* _YOUR TASK_
Reproduce exactly the lines of the material beneath, from the line that contains "lists = [(t.lower()" to the line that contains "text = apply(text)", both included, and no other lines.

<<<<

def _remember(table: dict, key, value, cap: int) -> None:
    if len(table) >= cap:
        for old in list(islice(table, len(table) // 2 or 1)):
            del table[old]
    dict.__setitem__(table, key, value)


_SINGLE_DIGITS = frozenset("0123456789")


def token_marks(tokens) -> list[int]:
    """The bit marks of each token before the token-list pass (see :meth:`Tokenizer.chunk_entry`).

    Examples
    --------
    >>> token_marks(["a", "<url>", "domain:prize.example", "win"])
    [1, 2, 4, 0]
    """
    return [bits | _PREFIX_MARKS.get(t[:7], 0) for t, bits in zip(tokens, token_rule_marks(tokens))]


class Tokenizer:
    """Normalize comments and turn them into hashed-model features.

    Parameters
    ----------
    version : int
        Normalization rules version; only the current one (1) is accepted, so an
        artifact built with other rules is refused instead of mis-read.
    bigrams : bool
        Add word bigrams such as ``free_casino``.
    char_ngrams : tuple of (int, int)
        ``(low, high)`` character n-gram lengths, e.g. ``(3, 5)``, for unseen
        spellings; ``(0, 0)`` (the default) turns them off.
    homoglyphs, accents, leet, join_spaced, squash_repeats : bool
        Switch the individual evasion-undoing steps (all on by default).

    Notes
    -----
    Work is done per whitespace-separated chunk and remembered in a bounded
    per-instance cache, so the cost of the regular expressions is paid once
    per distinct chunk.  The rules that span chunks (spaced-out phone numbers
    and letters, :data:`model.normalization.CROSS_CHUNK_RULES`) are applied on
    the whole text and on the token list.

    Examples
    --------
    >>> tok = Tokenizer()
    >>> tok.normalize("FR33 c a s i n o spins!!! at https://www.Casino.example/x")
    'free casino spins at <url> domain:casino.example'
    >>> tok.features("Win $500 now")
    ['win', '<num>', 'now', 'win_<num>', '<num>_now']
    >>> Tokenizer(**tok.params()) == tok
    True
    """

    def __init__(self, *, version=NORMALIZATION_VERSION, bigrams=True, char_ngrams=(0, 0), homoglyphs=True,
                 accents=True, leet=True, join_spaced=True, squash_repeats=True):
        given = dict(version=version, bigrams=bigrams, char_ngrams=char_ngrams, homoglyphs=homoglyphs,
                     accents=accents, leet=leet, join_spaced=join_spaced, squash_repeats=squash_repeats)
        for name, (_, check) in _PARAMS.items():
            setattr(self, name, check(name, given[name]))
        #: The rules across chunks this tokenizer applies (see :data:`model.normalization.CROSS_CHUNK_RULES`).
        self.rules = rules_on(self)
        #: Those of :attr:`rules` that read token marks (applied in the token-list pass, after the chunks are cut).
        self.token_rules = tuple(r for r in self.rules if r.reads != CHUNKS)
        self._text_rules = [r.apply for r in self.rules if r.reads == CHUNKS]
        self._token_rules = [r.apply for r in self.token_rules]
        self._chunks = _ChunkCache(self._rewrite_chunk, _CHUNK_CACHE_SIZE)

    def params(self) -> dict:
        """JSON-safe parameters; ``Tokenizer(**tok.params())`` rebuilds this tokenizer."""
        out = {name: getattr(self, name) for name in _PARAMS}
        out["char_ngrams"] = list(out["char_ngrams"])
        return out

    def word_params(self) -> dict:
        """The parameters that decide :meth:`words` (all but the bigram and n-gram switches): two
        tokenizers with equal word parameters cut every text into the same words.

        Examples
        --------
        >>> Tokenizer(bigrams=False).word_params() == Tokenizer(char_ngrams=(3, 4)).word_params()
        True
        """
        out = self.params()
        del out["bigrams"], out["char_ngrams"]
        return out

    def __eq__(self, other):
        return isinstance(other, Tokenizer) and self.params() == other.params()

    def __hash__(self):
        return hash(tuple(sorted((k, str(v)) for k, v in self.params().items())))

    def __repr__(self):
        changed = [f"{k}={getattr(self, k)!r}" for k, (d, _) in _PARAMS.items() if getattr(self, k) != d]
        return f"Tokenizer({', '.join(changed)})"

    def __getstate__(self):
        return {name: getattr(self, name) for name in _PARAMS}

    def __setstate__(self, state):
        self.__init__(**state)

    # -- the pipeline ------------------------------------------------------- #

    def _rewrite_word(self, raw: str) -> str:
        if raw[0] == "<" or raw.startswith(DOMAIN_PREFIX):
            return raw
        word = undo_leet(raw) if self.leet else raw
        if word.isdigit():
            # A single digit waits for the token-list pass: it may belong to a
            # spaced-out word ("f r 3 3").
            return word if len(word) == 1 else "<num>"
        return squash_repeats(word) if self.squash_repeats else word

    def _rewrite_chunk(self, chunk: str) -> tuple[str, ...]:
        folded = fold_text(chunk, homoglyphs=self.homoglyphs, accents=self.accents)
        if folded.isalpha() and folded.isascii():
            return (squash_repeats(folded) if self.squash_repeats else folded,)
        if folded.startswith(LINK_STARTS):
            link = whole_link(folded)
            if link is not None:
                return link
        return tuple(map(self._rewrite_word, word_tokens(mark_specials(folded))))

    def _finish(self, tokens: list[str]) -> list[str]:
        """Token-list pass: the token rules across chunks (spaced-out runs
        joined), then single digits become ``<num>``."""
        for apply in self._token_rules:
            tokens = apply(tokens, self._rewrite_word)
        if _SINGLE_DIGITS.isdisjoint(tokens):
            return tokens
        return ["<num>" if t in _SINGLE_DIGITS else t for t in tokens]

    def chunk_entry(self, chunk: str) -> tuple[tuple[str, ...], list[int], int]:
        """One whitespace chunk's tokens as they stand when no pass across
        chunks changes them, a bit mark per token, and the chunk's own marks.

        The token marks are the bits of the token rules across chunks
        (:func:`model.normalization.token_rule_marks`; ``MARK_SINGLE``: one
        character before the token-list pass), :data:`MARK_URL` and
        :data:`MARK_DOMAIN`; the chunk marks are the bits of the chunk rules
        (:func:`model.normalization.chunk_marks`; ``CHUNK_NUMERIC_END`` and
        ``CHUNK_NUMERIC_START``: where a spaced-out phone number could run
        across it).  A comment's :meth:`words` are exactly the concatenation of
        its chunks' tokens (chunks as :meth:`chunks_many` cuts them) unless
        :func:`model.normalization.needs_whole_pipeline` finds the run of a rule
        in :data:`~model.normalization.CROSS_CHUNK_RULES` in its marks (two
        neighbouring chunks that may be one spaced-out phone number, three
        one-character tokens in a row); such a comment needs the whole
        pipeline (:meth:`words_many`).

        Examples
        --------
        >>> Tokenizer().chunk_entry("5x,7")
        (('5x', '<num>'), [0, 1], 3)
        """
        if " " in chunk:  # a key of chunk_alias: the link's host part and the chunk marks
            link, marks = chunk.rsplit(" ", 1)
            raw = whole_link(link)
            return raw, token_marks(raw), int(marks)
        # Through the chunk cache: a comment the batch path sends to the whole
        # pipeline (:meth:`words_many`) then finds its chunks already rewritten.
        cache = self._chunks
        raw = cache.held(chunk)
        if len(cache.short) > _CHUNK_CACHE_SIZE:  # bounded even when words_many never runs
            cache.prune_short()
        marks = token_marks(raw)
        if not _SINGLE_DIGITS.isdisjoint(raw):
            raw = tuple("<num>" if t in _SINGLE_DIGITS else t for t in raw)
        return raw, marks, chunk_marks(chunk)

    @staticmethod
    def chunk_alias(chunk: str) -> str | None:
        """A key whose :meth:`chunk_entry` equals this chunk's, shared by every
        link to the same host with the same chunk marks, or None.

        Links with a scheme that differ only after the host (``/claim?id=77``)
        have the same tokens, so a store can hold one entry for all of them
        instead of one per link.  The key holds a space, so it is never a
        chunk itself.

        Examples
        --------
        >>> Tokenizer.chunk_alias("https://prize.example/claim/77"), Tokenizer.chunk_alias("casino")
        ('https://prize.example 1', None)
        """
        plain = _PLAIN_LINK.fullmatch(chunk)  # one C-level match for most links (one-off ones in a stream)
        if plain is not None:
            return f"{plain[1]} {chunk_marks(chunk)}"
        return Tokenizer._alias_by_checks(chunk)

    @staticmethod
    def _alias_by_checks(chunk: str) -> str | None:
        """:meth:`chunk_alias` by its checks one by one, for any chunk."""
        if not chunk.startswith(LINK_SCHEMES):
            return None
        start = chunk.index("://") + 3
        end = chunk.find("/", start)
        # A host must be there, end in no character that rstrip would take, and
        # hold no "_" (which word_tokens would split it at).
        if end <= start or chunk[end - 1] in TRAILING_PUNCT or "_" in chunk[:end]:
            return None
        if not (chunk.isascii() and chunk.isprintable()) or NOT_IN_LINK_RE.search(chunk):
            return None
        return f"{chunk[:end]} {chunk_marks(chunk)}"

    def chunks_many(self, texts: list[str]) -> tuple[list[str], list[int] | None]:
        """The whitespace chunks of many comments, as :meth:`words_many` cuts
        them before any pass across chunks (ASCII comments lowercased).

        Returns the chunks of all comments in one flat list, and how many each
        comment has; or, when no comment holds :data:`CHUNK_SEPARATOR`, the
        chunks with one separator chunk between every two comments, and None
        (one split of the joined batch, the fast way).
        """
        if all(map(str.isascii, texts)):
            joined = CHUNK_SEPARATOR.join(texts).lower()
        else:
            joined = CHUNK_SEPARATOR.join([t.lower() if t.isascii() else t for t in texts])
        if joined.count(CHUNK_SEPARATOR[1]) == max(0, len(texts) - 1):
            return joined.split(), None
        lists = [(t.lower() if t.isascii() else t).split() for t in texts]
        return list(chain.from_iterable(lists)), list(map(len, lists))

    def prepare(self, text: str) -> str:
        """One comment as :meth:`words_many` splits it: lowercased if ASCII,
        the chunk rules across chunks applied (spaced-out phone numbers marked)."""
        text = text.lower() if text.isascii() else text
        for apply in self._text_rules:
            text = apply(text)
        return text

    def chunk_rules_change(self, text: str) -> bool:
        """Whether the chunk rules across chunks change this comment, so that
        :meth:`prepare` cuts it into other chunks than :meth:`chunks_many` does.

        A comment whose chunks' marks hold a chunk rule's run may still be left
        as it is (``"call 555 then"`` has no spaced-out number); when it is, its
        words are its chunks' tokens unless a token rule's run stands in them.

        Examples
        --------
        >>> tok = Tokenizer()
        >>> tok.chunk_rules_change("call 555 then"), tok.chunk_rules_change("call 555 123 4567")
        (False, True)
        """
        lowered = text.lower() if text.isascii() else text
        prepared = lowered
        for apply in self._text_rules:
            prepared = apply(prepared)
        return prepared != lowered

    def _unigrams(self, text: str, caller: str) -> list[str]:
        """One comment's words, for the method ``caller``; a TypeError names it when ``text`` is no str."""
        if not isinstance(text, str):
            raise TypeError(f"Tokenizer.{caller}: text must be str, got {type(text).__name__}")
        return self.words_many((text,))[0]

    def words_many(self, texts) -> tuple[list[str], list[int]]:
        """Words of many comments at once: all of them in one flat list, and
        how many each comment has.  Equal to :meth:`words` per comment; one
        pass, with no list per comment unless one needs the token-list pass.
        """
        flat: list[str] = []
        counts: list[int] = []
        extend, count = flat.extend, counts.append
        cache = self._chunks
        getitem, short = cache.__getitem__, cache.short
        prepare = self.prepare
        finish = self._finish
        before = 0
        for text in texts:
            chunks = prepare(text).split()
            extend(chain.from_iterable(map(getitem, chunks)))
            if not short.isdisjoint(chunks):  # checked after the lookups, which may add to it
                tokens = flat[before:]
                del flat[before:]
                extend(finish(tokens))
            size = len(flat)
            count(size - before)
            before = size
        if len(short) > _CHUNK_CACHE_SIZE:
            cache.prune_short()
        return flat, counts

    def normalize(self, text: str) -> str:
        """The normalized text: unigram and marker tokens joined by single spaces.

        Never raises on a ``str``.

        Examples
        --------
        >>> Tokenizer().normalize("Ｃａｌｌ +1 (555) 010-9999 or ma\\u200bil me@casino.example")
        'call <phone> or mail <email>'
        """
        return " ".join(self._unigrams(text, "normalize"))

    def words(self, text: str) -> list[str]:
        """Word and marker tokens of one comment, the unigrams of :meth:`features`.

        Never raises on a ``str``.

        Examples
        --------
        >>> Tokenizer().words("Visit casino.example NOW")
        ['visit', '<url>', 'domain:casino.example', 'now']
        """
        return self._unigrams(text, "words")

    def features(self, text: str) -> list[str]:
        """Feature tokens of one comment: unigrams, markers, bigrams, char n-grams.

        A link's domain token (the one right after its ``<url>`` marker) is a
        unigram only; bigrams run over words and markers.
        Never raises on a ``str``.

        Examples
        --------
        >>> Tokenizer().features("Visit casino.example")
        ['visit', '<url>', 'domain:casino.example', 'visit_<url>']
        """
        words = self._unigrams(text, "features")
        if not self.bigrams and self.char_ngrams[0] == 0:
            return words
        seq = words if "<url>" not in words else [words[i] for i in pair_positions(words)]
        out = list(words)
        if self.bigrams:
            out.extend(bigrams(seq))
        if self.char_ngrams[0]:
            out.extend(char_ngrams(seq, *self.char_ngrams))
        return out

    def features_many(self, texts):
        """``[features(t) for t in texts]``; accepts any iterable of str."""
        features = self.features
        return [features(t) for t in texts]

>>>>

* _ANSWER FOR THIS EXERCISE_
        lists = [(t.lower() if t.isascii() else t).split() for t in texts]
        return list(chain.from_iterable(lists)), list(map(len, lists))

    def prepare(self, text: str) -> str:
        """One comment as :meth:`words_many` splits it: lowercased if ASCII,
        the chunk rules across chunks applied (spaced-out phone numbers marked)."""
        text = text.lower() if text.isascii() else text
        for apply in self._text_rules:
            text = apply(text)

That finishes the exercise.